A conference game is going to get played.

Of course, LSU had itself a garden-variety lightning storm intrude on the season opener last month at home with McNeese and somehow couldn’t work out the logistics to get the game played, either later that night or the next day.

But this apparently is different.

LSU will go wherever authorities tell the Tigers to show up, be there at whatever appointed hour they decide is most convenient for all involved, and make the best of it.

Shoot, the Heisman Trophy might even be at stake.

LSU is well aware of the problems facing South Carolina staging the gala of an SEC football game. The Tigers have been there, done that, even if they didn’t quite get it done under far less taxing circumstances when it involved the McNeese game.

By all accounts, Williams-Brice Stadium is fine. There were some crudely crafted Internet Photoshop prank jobs that depicted the joint in need of an ark and a duck blind.

But, in reality, by all accounts, the South Carolina campus itself and the off-campus stadium were spared the flood waters.

“As far as our situation here, the field conditions, we’ve been spared,” South Carolina Athletic Director Ray Tanner said Tuesday. “Great drainage. We’re in pretty good shape.

“Maybe a few spots that had some excessive rain flooding, but nothing very serious at all.”

The stadium looks fairly pristine. It won’t be the issue.

The problem, as LSU is well aware from its Katrina/Rita scrambling a decade ago, is that it takes a ton of infrastructure to pull off an SEC football game.

Tiger Stadium was fine back then.

But many of the game-day workers are police officers, first-responders and such, whose expertise — same as at LSU a decade ago — might be better directed elsewhere in the Columbia area.

So they are exploring other options. At the least they’re trying to get together a Plan B, just in case.

If there’s an alternative plan, South Carolina hopes to get if figured out sometime today.

Apparently, the Georgia Dome in Atlanta is a possibility. Georgia State has a game scheduled at 2:30 p.m., but surely that could be worked around into a doubleheader. For that matter, Georgia Tech’s 55,000-seat stadium in downtown Atlanta is available.

So is Charlotte’s Bank of America Stadium, home of the NFL Carolina Panthers, although a NASCAR race is in town this weekend, which has a good portion of the hotel rooms spoken for.

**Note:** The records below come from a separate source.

/**
 * `qforge compare` against NIST-JANAF Thermochemical Tables, 4th ed. (Chase 1998): tables Ar-001, O-001,
 * N-023 and C-093, copied into test/fixtures/db/reference/janaf-4th-ed.csv with the source named there.
 */
import { writeFile } from 'node:fs/promises';
import path from 'node:path';
import { describe, expect, it } from 'vitest';
import { parseReferenceCsv } from '../../../pipeline/commands/compare.js';
import { runCli, sharedBuiltWorkspace } from '../helpers.js';

const workspace = sharedBuiltWorkspace();

describe('qforge compare against NIST-JANAF 4th ed.', () => {
  it('passes for every covered species with the fixture tolerances (settings of --database)', async () => {
    const r = await runCli(['compare', 'out', '--database', 'db', '--json'], workspace().root);
    expect(r.code, r.stderr).toBe(0);
    const report = JSON.parse(r.stdout);
    const species = [...new Set(report.deviations.map((d: { species: string }) => d.species))].sort();
    expect(species).toEqual(['Ar', 'CO', 'N2', 'O']);
    // 4 species × 6 temperatures × 3 quantities.
    expect(report.deviations.length).toBe(72);
    expect(report.breaches).toEqual([]);
    // The tolerances came from db/qforge.yaml (references.tolerances).
    expect(report.tolerances).toEqual({ cp: 0.25, s: 0.05, h: 0.05 });
  });

  it('passes with --reference and the tolerances given as flags', async () => {
    const r = await runCli(['compare', 'out', '--reference', 'db/reference/janaf-4th-ed.csv', '--tolerance', 'cp=0.25,s=0.05,h=0.05'], workspace().root);
    expect(r.code, r.stderr).toBe(0);
    expect(r.stderr).toMatch(/compare ok: 72 values: 72 within tolerance$/m);
    expect(r.stdout).toMatch(/^ok {4}N2: 18 values/m);
  });

  it('fails with a useful message when a tolerance is tightened below the error', async () => {
    const r = await runCli(['compare', 'out', '--database', 'db', '--tolerance', 'cp=0.01'], workspace().root);
    expect(r.code).toBe(1);
    // e.g. "N2 Cp at 6000 K: build 38.10 vs reference 38.2760 J/(mol K) (...): deviation -0.17 exceeds the tolerance 0.01 J/(mol K)"
    expect(r.stderr).toMatch(/\d+ value\(s\) beyond tolerance:/);
    expect(r.stderr).toMatch(/compare FAILED: 72 values: \d+ within tolerance, \d+ beyond tolerance$/m);
    expect(r.stderr).toMatch(/N2 Cp at \d+(\.\d+)? K: build [\d.]+ vs reference [\d.]+ J\/\(mol K\) \(db\/reference\/janaf-4th-ed\.csv\): deviation [+-][\d.]+ exceeds the tolerance 0\.01 J\/\(mol K\)/);
    expect(r.stderr).not.toMatch(/Ar Cp/); // Ar is exact to 0.001 (Cp = 5/2 R)
  });

  it('reads one-species files named by their file name, with units converted (cal → J)', async () => {
    // NIST-JANAF 4th ed. N-023: Cp(1000 K) = 32.697 J/(mol K) = 7.8148 cal/(mol K) (thermochemical calorie).
    const file = path.join(workspace().root, 'N2.csv');
    await writeFile(file, '# NIST-JANAF 4th ed., table N-023, converted to cal\nT [K],Cp [cal/(mol K)]\n1000,7.8148\n');
    const t = await parseReferenceCsv('# c\nT [K],Cp [cal/(mol K)]\n1000,7.8148\n', 'N2.csv');
    expect(t.species.get('N2')![0]!.cp).toBeCloseTo(32.697, 3);
    const r = await runCli(['compare', 'out', '--reference', 'N2.csv', '--tolerance', 'cp=0.25'], workspace().root);
    expect(r.code, r.stderr).toBe(0);
  });

  it('accepts an 80-column file as the reference (the build against its own nasa7.txt)', async () => {
    const r = await runCli(['compare', 'out', '--reference', 'out/nasa7.txt', '--tolerance', 'cp=1e-5,s=1e-5,h=1e-5', '--json'], workspace().root);
    expect(r.code, r.stderr).toBe(0);
    expect(JSON.parse(r.stdout).deviations.length).toBeGreaterThan(100);
  });

  it('accepts a thermo.json file as the reference (the build against itself: every deviation 0)', async () => {
    const r = await runCli(['compare', 'out', '--reference', 'out/thermo.json', '--tolerance', 'cp=1e-9,s=1e-9,h=1e-9', '--json'], workspace().root);
    expect(r.code, r.stderr).toBe(0);
    const report = JSON.parse(r.stdout);
    expect(report.deviations.length).toBeGreaterThan(100);
    expect(report.deviations.every((d: { deviation: number }) => d.deviation === 0)).toBe(true);
  });

  it('reports malformed reference tables and missing files clearly', async () => {
    await writeFile(path.join(workspace().root, 'bad.csv'), 'T,Cp\n300,29\n');
    const bad = await runCli(['compare', 'out', '--reference', 'bad.csv'], workspace().root);
    expect(bad.code).toBe(1);
    expect(bad.stderr).toMatch(/bad\.csv:1: column 1: header 'T' has no unit/);
    expect(bad.stderr).toMatch(/bad\.csv:1: column 2: header 'Cp' has no unit; units are never guessed/);
    const missing = await runCli(['compare', 'out', '--reference', 'nope.csv'], workspace().root);
    expect(missing.code).toBe(2);
    expect(missing.stderr).toMatch(/nope\.csv: no such file/);
  });
});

Nashville has been mentioned.

For that matter, only the expanded SEC could offer an alternative Columbia for the game, the spare one they have tucked away up in Missouri. It’s far piece, however, from both schools, and, besides, the Gamecocks were just there last weekend and it didn’t feel much like home with a 24-10 loss.

So there’s also the possibility of moving the game to Baton Rouge, to Tiger Stadium.

That, after all, is what LSU did a decade ago when its own campus was too overrun with Katrina fallout to stage a proper game. The Tigers moved their scheduled home game with Arizona State way out to the Sun Devils’ campus stadium in Tempe.

Desperate times call for desperate measures.

So LSU flew from the bayous to the desert for a “home” game.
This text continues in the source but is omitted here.